La période des vacances approche et de nombreuses personnes planifient leurs vacances bien méritées. Pour les bénéficiaires de prestations d'aide sociale au titre du livre II du Code social allemand (SGB II), certaines règles particulières s'appliquent toutefois avant le départ, et il est impératif de les respecter.
Il n'existe pas, pour les bénéficiaires de prestations relevant du SGB II, de droit légal aux congés tel que le connaissent les salariés vis-à-vis de leur employeur. Ils ne doivent toutefois pas pour autant renoncer à un voyage : dans la mesure où ces vacances ne nuisent pas à leur insertion professionnelle ou à leur placement, la loi autorise une absence temporaire de leur lieu de résidence. En termes techniques, on parle d’« absence du lieu de résidence ».
Chaque bénéficiaire de l'agence pour l'emploi a droit chaque année à un total de 21 jours civils au maximum pour une absence autorisée de son lieu de résidence. Il convient de noter que les samedis, dimanches et jours fériés légaux sont entièrement pris en compte. Les personnes qui, bien qu’elles perçoivent des prestations au titre du SGB II, exercent une activité soumise à l’assurance sociale ou participent à une mesure d’insertion professionnelle bénéficient du droit aux congés accordé par leur employeur ou l’organisme responsable de la mesure.

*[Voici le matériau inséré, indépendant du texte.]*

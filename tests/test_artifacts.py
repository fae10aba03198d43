"""Atomic writes, pickle-free arrays, manifest verification."""

import json

import numpy as np
import pytest

from hilbertune import artifacts
from hilbertune.errors import ArtifactError


def _make_run(tmp_path):
    artifacts.write_text(tmp_path / "a.txt", "hello\n")
    artifacts.write_npz(tmp_path / "b.npz", {"w": np.arange(3.0), "names": np.array(["x", "y"])})
    artifacts.write_manifest(tmp_path, seed=3, data_sha256="0" * 64, artifacts=["a.txt", "b.npz"])
    return tmp_path


def test_manifest_verifies_and_detects_a_modified_file(tmp_path):
    run = _make_run(tmp_path)
    manifest = artifacts.verify_run(run)
    assert manifest["seed"] == 3 and set(manifest["artifacts"]) == {"a.txt", "b.npz"}
    (run / "a.txt").write_text("tampered\n")
    with pytest.raises(ArtifactError, match="a.txt .* was modified"):
        artifacts.verify_run(run)


def test_a_rebuilt_file_is_recorded_only_when_every_other_file_checks_out(tmp_path):
    import hashlib

    run = _make_run(tmp_path)
    (run / "a.txt").write_text("rebuilt by a newer version\n")
    with pytest.raises(ArtifactError, match="a.txt .* was modified"):
        artifacts.verify_run(run)
    assert artifacts.verify_run(run, rebuilt=("a.txt",))["seed"] == 3
    manifest = artifacts.record_rebuilt(run, "a.txt")
    # the new digest is the file's SHA-256 (hashlib), and the sealed manifest verifies
    assert manifest["artifacts"]["a.txt"] == hashlib.sha256(
        b"rebuilt by a newer version\n").hexdigest()
    artifacts.verify_run(run)
    # any other modified file still refuses the run, rebuilt or not
    (run / "b.npz").write_bytes(b"tampered")
    with pytest.raises(ArtifactError, match="b.npz .* was modified"):
        artifacts.record_rebuilt(run, "a.txt")


def test_missing_artifact_and_newer_format_are_refused(tmp_path):
    run = _make_run(tmp_path)
    (run / "b.npz").unlink()
    with pytest.raises(ArtifactError, match="b.npz is missing"):
        artifacts.verify_run(run)
    manifest = json.loads((run / "manifest.json").read_text())
    manifest["format_version"] = artifacts.FORMAT_VERSION + 1
    (run / "manifest.json").write_text(json.dumps(manifest))
    with pytest.raises(ArtifactError, match="newer hilbertune"):
        artifacts.verify_run(run)


def test_npz_round_trip_without_pickle(tmp_path):
    artifacts.write_npz(tmp_path / "p.npz", {"a": np.eye(2), "s": np.array(["u", "v"])})
    out = artifacts.read_npz(tmp_path / "p.npz")
    assert np.array_equal(out["a"], np.eye(2)) and out["s"].tolist() == ["u", "v"]
    with pytest.raises(TypeError, match="dtype object"):
        artifacts.write_npz(tmp_path / "q.npz", {"o": np.array([{}, 1], dtype=object)})
    # a pickled object array written by someone else must not be loaded
    np.save(tmp_path / "evil.npy", np.array([{"x": 1}], dtype=object), allow_pickle=True)
    with pytest.raises(ValueError):
        np.load(tmp_path / "evil.npy", allow_pickle=False)


def test_atomic_write_leaves_no_temporary_files(tmp_path):
    artifacts.write_json(tmp_path / "s.json", {"x": np.float32(1.5)})
    assert json.loads((tmp_path / "s.json").read_text()) == {"x": 1.5}
    assert [p.name for p in tmp_path.iterdir()] == ["s.json"]
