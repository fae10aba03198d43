"""Gate matrices and batched gate application against outside references.

References: scipy.linalg.expm of the Pauli generators (RX, RY, RZ, ZZ); textbook matrices of
H, X, CNOT, CZ (common practice); dense np.kron operators for the batched application.
"""

from __future__ import annotations

import numpy as np
import pytest
import scipy.linalg
import jax
import jax.numpy as jnp

from hilbertune import gates

ANGLES = np.array([-2.7, -0.4, 0.0, 0.3, 1.1, np.pi, 5.9])


@pytest.mark.parametrize("axis", ["x", "y", "z"])
def test_rotation_equals_expm_of_pauli_generator(axis, dense):
    pauli = {"x": dense.X, "y": dense.Y, "z": dense.Z}[axis]
    got = np.asarray(gates.rotation_matrices(axis, jnp.asarray(ANGLES)))
    assert got.shape == (len(ANGLES), 2, 2)
    for t, m in zip(ANGLES, got):
        # RP(t) = exp(-i t P / 2)  (scipy.linalg.expm)
        np.testing.assert_allclose(m, scipy.linalg.expm(-0.5j * t * pauli), atol=2e-6)


def test_rotation_dtype_follows_request():
    assert gates.rotation_matrices("y", np.array([0.5]), dtype=jnp.complex64).dtype == \
        jnp.complex64
    with jax.enable_x64(True):
        m = gates.rotation_matrices("y", np.array([0.5]), dtype=jnp.complex128)
        assert m.dtype == jnp.complex128
        # complex128 keeps double precision: RY(0.5)[0, 0] = cos(0.25) (math.cos)
        assert abs(complex(m[0, 0, 0]) - np.cos(0.25)) < 1e-15


def test_rotation_unknown_axis_rejected():
    with pytest.raises(ValueError, match="axis"):
        gates.rotation_matrices("w", np.array([0.1]))


def test_fixed_matrices_are_the_textbook_ones():
    # H = (X + Z)/sqrt(2), X = [[0,1],[1,0]] (common practice)
    np.testing.assert_allclose(gates.HADAMARD, np.array([[1, 1], [1, -1]]) / np.sqrt(2))
    np.testing.assert_allclose(gates.PAULI_X, [[0, 1], [1, 0]])
    # Y = i X Z (Pauli algebra, common practice)
    np.testing.assert_allclose(gates.PAULI_Y, 1j * gates.PAULI_X @ gates.PAULI_Z)
    np.testing.assert_allclose(gates.PAULI_Z, [[1, 0], [0, -1]])


@pytest.mark.parametrize("pair, n", [((0, 1), 2), ((1, 0), 2), ((0, 2), 3), ((2, 1), 3)])
def test_zz_phase_layer_equals_expm(pair, n, dense, rng):
    t = rng.uniform(-4, 4, size=3)
    states = (rng.normal(size=(3, 2**n)) + 1j * rng.normal(size=(3, 2**n))).astype(np.complex64)
    signs = gates.parity_signs(n, [pair]).astype(np.float32)
    got = np.asarray(gates.apply_phases(jnp.asarray(states), jnp.asarray(t[:, None],
                                                                          jnp.float32),
                                        jnp.asarray(signs)))
    zz = dense.embed({pair[0]: dense.Z, pair[1]: dense.Z}, n)
    for b in range(3):
        # ZZ(t) = exp(-i t Z(x)Z / 2)  (scipy.linalg.expm)
        want = scipy.linalg.expm(-0.5j * t[b] * zz) @ states[b]
        np.testing.assert_allclose(got[b], want, atol=1e-5)


def test_phase_layer_of_several_strings_equals_product_of_expms(dense, rng):
    n = 3
    sets = [(0,), (1, 2), (0, 2), (2,)]
    t = rng.uniform(-3, 3, size=(2, len(sets)))
    states = (rng.normal(size=(2, 8)) + 1j * rng.normal(size=(2, 8))).astype(np.complex64)
    fixed = gates.cz_signs(n, [(0, 1)])
    got = np.asarray(gates.apply_phases(jnp.asarray(states), jnp.asarray(t, jnp.float32),
                                        jnp.asarray(gates.parity_signs(n, sets), jnp.float32),
                                        jnp.asarray(fixed, jnp.float32)))
    cz = np.diag([1, 1, 1, -1]).astype(complex)
    for b in range(2):
        u = np.kron(cz, np.eye(2))  # CZ on qubits (0, 1), qubit 0 leftmost
        for k, qs in enumerate(sets):
            z_string = dense.embed({q: dense.Z for q in qs}, n)
            u = scipy.linalg.expm(-0.5j * t[b, k] * z_string) @ u  # scipy.linalg.expm
        np.testing.assert_allclose(got[b], u @ states[b], atol=1e-5)


def test_cz_signs_is_textbook_cz():
    # CZ = diag(1, 1, 1, -1) (common practice); symmetric in its two qubits
    np.testing.assert_array_equal(gates.cz_signs(2, [(0, 1)]), [1, 1, 1, -1])
    np.testing.assert_array_equal(gates.cz_signs(2, [(1, 0)]), [1, 1, 1, -1])
    # on qubits (0, 2) of 3: minus sign exactly where bits 0 and 2 are both set: |101>, |111>
    np.testing.assert_array_equal(gates.cz_signs(3, [(0, 2)]), [1, 1, 1, 1, 1, -1, 1, -1])


@pytest.mark.parametrize("control, target, n", [(0, 1, 2), (1, 0, 2), (0, 2, 3), (2, 0, 3),
                                                (1, 2, 3)])
def test_cnot_permutation_equals_textbook_cnot(control, target, n, dense, rng):
    perm = gates.cnot_permutation(n, control, target)
    state = rng.normal(size=2**n) + 1j * rng.normal(size=2**n)
    # CNOT = |0><0|_c (x) I + |1><1|_c (x) X_t (common practice), built with np.kron
    p0 = np.diag([1, 0]).astype(complex)
    p1 = np.diag([0, 1]).astype(complex)
    cnot = dense.embed({control: p0}, n) + dense.embed({control: p1, target: dense.X}, n)
    np.testing.assert_allclose(state[perm], cnot @ state)


def test_cnot_on_two_qubits_is_the_textbook_matrix():
    # control 0 (most significant), target 1: swaps |10> and |11> (common practice)
    textbook = np.array([[1, 0, 0, 0], [0, 1, 0, 0], [0, 0, 0, 1], [0, 0, 1, 0]])
    perm = gates.cnot_permutation(2, 0, 1)
    np.testing.assert_array_equal(np.eye(4)[perm], textbook)


@pytest.mark.parametrize("qubit, n", [(0, 1), (0, 3), (1, 3), (2, 3), (3, 5)])
def test_general_2x2_step_equals_kron_embedding(qubit, n, dense, rng):
    u = np.array(dense.random_unitary_2x2(rng))
    states = (rng.normal(size=(4, 2**n)) + 1j * rng.normal(size=(4, 2**n))).astype(np.complex64)
    got = np.asarray(gates.apply_one_qubit(jnp.asarray(states), jnp.asarray(u, jnp.complex64),
                                           qubit, n))
    full = dense.embed({qubit: u}, n)  # I (x) .. (x) U (x) .. (x) I  (np.kron)
    np.testing.assert_allclose(got, states @ full.T, atol=1e-5)


def test_batched_2x2_steps_one_matrix_per_state(dense, rng):
    n, qubit = 3, 1
    mats = np.stack([np.array(dense.random_unitary_2x2(rng)) for _ in range(3)])
    states = (rng.normal(size=(3, 8)) + 1j * rng.normal(size=(3, 8))).astype(np.complex64)
    got = np.asarray(gates.apply_one_qubit(jnp.asarray(states), jnp.asarray(mats, jnp.complex64),
                                           qubit, n))
    for b in range(3):
        np.testing.assert_allclose(got[b], dense.embed({qubit: mats[b]}, n) @ states[b],
                                   atol=1e-5)


def test_basis_bits_qubit_zero_is_most_significant():
    # index 6 = binary 110 -> qubit 0 = 1, qubit 1 = 1, qubit 2 = 0 (convention of the module)
    bits = gates.basis_bits(3)
    assert bits.shape == (8, 3)
    np.testing.assert_array_equal(bits[6], [1, 1, 0])
    np.testing.assert_array_equal(bits[1], [0, 0, 1])
    # every index is recovered from its bits
    np.testing.assert_array_equal(bits @ (2 ** np.arange(2, -1, -1)), np.arange(8))


def test_parity_signs_are_diagonals_of_z_strings(dense):
    sets = [(0,), (1,), (0, 1, 2), (2, 0)]
    signs = gates.parity_signs(3, sets)
    for k, qs in enumerate(sets):
        z_string = dense.embed({q: dense.Z for q in qs}, 3)
        np.testing.assert_array_equal(signs[k], np.real(np.diag(z_string)))


@pytest.mark.parametrize("shared", [False, True])
@pytest.mark.parametrize("qubit", [0, 2, 4])
def test_hand_written_reverse_pass_equals_jax_autodiff(qubit, shared, rng):
    # reference: JAX's own reverse-mode autodiff of the plain contraction (library), for a
    # real loss of complex states so that both the state and the matrix cotangents matter
    n, batch = 5, 3
    states = jnp.asarray(rng.normal(size=(batch, 2**n)) + 1j * rng.normal(size=(batch, 2**n)),
                         jnp.complex64)
    shape = (2, 2) if shared else (batch, 2, 2)
    matrices = jnp.asarray(rng.normal(size=shape) + 1j * rng.normal(size=shape), jnp.complex64)
    weights = jnp.asarray(rng.normal(size=(batch, 2**n)) + 1j * rng.normal(size=(batch, 2**n)),
                          jnp.complex64)

    def loss(apply):
        return lambda s, m: jnp.sum(jnp.abs(weights * apply(s, m, qubit, n)) ** 2)

    ours = jax.grad(loss(gates.apply_one_qubit), argnums=(0, 1))(states, matrices)
    plain = jax.grad(loss(gates._contract), argnums=(0, 1))(states, matrices)
    for got, want in zip(ours, plain):
        assert got.shape == want.shape
        np.testing.assert_allclose(np.asarray(got), np.asarray(want), rtol=2e-5, atol=2e-5)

Le principe est le suivant : le voyage ne peut être entrepris sans l'accord préalable de l'agence pour l'emploi. La procédure à suivre pour obtenir sans difficulté l'autorisation de partir en vacances est clairement définie. Les bénéficiaires de l’agence pour l’emploi doivent contacter leur conseiller en insertion compétent, par téléphone ou par e-mail, environ 10 jours avant la date prévue du départ, afin de faire valider leur absence. Dès leur retour, ils doivent se présenter en personne à l’agence pour l’emploi. Pendant une absence autorisée, les prestations continuent d’être versées sans interruption.
Toute personne qui part en voyage sans l'accord préalable du conseiller en insertion ou qui prolonge de son propre chef la période autorisée se trouve illégalement en dehors de ce que l'on appelle la « zone géographique et temporelle proche ». Dans ce cas, le droit aux prestations est entièrement supprimé. Cela signifie que le montant forfaitaire versé pour cette période, ainsi que les frais de logement et de chauffage remboursés, doivent être intégralement remboursés.